YOUR GOAL -
A single number is the answer: how many lines of the data hold "async"?

[Stored data]
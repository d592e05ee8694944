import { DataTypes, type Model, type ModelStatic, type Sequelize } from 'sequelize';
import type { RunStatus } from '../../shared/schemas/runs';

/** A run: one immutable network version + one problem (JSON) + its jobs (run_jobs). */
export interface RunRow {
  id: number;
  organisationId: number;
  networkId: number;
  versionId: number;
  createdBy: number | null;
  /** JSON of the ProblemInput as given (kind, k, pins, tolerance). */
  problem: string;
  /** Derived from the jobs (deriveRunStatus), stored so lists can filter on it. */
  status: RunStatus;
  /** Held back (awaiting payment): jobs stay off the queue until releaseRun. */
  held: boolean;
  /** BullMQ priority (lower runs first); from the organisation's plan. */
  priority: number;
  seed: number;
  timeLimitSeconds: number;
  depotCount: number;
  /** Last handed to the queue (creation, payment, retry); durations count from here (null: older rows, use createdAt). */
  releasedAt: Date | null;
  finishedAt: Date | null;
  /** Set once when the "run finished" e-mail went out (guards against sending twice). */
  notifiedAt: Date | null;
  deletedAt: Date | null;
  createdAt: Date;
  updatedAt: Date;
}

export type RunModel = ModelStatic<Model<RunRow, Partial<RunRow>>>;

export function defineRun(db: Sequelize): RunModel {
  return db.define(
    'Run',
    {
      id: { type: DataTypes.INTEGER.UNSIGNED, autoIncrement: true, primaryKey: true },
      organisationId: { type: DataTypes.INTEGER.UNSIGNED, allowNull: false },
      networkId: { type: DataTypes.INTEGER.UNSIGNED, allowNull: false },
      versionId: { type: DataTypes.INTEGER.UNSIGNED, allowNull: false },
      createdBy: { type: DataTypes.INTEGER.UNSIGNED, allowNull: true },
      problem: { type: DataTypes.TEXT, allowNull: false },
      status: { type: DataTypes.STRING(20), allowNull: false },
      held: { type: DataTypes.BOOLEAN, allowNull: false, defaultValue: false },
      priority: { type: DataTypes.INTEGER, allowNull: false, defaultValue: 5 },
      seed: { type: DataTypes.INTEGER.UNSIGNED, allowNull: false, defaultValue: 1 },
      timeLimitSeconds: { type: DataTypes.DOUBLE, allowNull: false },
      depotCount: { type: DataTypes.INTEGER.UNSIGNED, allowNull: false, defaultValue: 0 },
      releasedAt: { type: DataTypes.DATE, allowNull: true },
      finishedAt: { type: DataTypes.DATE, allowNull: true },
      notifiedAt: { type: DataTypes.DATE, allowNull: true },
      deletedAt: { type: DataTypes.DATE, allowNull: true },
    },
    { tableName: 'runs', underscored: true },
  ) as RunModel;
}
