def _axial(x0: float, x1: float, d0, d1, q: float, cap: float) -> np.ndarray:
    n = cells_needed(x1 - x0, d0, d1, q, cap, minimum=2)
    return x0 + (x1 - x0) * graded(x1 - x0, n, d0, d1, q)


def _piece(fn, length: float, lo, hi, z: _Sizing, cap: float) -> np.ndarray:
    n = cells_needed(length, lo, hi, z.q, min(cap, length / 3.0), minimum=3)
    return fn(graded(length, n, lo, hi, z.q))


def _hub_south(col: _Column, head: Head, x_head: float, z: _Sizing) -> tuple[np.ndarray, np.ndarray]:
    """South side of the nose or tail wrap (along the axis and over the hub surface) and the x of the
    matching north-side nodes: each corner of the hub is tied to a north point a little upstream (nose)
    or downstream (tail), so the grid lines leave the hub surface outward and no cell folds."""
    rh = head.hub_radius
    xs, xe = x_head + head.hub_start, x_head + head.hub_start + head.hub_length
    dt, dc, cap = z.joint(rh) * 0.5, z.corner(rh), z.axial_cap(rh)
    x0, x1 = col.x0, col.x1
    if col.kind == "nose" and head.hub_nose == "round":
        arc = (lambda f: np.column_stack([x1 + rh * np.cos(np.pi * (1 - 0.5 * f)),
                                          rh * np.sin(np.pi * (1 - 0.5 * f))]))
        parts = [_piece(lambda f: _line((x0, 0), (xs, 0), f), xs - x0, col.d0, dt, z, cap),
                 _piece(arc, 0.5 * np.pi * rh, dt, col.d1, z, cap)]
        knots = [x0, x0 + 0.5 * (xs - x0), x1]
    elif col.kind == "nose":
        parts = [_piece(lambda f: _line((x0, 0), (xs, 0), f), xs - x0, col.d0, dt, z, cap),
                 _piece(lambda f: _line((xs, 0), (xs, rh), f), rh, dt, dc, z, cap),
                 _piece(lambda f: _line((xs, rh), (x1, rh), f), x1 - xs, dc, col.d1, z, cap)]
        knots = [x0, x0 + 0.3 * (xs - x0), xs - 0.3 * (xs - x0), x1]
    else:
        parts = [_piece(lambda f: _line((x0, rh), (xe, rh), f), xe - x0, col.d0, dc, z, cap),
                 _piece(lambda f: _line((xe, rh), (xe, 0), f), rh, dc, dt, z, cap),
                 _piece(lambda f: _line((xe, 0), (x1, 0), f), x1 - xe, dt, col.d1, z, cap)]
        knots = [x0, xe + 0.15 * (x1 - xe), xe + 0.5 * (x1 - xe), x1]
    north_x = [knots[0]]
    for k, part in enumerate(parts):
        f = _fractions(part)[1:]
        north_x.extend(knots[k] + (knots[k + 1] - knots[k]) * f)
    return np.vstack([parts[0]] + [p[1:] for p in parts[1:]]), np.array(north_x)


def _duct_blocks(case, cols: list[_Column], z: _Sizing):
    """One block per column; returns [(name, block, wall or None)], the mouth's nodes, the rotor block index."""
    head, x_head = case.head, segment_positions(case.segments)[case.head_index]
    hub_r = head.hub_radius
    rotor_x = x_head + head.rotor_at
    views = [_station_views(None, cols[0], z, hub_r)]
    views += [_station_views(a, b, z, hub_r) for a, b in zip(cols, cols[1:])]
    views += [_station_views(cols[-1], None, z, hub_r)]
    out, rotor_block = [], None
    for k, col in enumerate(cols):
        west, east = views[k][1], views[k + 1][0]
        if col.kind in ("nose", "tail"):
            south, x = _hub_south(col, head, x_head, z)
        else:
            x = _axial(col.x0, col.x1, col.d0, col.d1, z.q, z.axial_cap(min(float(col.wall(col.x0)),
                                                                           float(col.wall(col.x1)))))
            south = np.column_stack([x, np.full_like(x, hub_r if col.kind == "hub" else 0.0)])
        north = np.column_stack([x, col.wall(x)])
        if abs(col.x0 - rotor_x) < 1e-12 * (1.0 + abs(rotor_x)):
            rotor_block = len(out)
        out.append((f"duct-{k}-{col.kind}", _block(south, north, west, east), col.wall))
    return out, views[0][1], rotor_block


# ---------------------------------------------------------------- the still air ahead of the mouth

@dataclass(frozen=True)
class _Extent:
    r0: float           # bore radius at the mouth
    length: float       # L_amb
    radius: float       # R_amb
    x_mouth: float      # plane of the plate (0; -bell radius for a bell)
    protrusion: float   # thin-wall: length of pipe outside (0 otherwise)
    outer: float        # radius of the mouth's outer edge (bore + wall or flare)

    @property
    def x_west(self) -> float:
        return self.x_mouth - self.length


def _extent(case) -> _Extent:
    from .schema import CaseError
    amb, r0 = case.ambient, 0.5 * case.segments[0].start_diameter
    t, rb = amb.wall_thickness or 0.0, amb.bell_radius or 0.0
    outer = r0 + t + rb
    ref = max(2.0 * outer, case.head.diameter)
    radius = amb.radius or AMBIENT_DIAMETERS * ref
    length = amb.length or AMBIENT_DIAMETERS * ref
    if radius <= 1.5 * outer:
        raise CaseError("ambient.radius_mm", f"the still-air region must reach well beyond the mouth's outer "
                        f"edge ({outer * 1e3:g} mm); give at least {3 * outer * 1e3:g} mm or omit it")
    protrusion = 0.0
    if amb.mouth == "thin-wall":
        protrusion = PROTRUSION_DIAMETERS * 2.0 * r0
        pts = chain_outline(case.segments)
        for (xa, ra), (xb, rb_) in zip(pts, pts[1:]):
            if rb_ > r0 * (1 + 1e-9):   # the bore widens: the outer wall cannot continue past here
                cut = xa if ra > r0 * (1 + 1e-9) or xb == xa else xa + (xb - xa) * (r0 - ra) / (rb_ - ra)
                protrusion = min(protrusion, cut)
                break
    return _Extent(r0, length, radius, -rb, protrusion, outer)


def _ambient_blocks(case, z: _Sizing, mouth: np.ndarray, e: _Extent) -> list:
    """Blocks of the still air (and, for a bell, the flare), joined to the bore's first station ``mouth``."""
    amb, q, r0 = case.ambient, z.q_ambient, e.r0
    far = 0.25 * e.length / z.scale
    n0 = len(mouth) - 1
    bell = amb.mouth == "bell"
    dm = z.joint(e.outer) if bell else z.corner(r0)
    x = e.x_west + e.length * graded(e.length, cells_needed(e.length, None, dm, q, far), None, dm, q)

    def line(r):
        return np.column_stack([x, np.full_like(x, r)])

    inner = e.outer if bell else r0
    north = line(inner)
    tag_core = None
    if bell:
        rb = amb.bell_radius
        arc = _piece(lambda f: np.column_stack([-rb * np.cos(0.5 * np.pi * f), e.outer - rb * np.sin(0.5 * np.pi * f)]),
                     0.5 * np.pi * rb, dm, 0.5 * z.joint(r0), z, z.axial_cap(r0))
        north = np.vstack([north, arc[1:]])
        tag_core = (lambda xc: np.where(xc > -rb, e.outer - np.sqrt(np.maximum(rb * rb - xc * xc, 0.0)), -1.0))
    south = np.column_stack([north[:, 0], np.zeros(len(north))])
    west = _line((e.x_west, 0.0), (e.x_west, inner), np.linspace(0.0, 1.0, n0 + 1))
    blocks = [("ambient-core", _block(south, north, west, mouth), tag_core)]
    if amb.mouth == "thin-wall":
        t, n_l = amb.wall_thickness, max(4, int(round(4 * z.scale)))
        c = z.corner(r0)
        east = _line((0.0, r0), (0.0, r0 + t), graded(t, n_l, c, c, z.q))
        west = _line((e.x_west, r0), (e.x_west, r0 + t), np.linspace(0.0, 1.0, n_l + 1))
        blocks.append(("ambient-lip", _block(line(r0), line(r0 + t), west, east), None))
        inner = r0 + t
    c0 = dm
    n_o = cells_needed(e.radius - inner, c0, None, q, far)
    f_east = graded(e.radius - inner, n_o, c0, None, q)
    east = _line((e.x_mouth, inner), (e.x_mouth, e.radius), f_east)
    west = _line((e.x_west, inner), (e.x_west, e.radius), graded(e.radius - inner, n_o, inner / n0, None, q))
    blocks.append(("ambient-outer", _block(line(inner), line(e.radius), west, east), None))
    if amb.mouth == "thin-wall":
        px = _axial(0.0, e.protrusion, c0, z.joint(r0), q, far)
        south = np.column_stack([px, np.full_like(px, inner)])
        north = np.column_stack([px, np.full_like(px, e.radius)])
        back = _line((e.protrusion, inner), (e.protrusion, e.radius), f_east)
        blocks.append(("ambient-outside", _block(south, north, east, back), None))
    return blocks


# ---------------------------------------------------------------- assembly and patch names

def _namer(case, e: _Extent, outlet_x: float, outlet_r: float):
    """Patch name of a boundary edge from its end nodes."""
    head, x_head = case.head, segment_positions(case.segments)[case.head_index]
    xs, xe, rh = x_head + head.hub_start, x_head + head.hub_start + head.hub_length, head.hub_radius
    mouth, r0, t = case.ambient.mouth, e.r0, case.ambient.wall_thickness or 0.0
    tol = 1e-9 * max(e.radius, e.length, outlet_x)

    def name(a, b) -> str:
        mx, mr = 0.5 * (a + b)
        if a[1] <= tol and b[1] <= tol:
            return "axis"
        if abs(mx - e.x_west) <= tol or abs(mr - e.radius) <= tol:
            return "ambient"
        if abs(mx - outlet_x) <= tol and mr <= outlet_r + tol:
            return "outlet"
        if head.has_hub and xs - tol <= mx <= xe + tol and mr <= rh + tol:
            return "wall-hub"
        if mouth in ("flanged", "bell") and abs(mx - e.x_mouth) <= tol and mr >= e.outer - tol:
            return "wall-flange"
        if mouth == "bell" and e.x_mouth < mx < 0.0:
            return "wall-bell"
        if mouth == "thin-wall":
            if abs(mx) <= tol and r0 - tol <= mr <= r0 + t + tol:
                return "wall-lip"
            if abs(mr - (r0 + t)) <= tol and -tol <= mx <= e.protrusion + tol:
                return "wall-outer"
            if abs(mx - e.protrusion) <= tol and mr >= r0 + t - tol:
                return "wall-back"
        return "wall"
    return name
* * *
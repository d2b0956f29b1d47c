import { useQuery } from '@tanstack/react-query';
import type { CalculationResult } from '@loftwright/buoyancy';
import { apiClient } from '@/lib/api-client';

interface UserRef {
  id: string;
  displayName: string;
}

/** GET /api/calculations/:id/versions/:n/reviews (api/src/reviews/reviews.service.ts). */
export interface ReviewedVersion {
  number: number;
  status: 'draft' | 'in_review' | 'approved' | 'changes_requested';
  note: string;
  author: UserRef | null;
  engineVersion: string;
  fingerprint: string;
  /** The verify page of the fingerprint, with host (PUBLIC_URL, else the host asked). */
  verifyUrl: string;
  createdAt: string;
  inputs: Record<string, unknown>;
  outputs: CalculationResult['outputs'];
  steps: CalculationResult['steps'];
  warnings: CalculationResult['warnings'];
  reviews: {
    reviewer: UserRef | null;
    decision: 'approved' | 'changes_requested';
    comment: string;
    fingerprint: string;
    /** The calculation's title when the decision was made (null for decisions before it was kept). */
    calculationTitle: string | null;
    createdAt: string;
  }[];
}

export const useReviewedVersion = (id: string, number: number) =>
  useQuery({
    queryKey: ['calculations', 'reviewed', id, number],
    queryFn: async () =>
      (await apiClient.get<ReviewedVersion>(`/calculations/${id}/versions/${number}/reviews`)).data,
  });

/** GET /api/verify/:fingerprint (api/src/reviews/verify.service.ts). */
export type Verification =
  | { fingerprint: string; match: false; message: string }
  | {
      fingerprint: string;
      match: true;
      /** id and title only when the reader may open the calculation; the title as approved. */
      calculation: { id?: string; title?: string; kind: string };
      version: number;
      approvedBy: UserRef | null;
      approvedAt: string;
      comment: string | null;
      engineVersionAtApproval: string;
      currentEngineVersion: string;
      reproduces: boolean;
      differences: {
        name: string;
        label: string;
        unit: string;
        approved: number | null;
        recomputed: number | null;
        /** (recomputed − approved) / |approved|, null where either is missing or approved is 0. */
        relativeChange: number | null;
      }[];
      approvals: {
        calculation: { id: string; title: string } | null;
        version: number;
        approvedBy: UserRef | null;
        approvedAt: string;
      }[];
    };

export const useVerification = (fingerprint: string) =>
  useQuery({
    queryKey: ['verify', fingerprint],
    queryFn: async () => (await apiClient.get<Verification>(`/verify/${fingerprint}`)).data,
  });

EXERCISE ANSWER -
2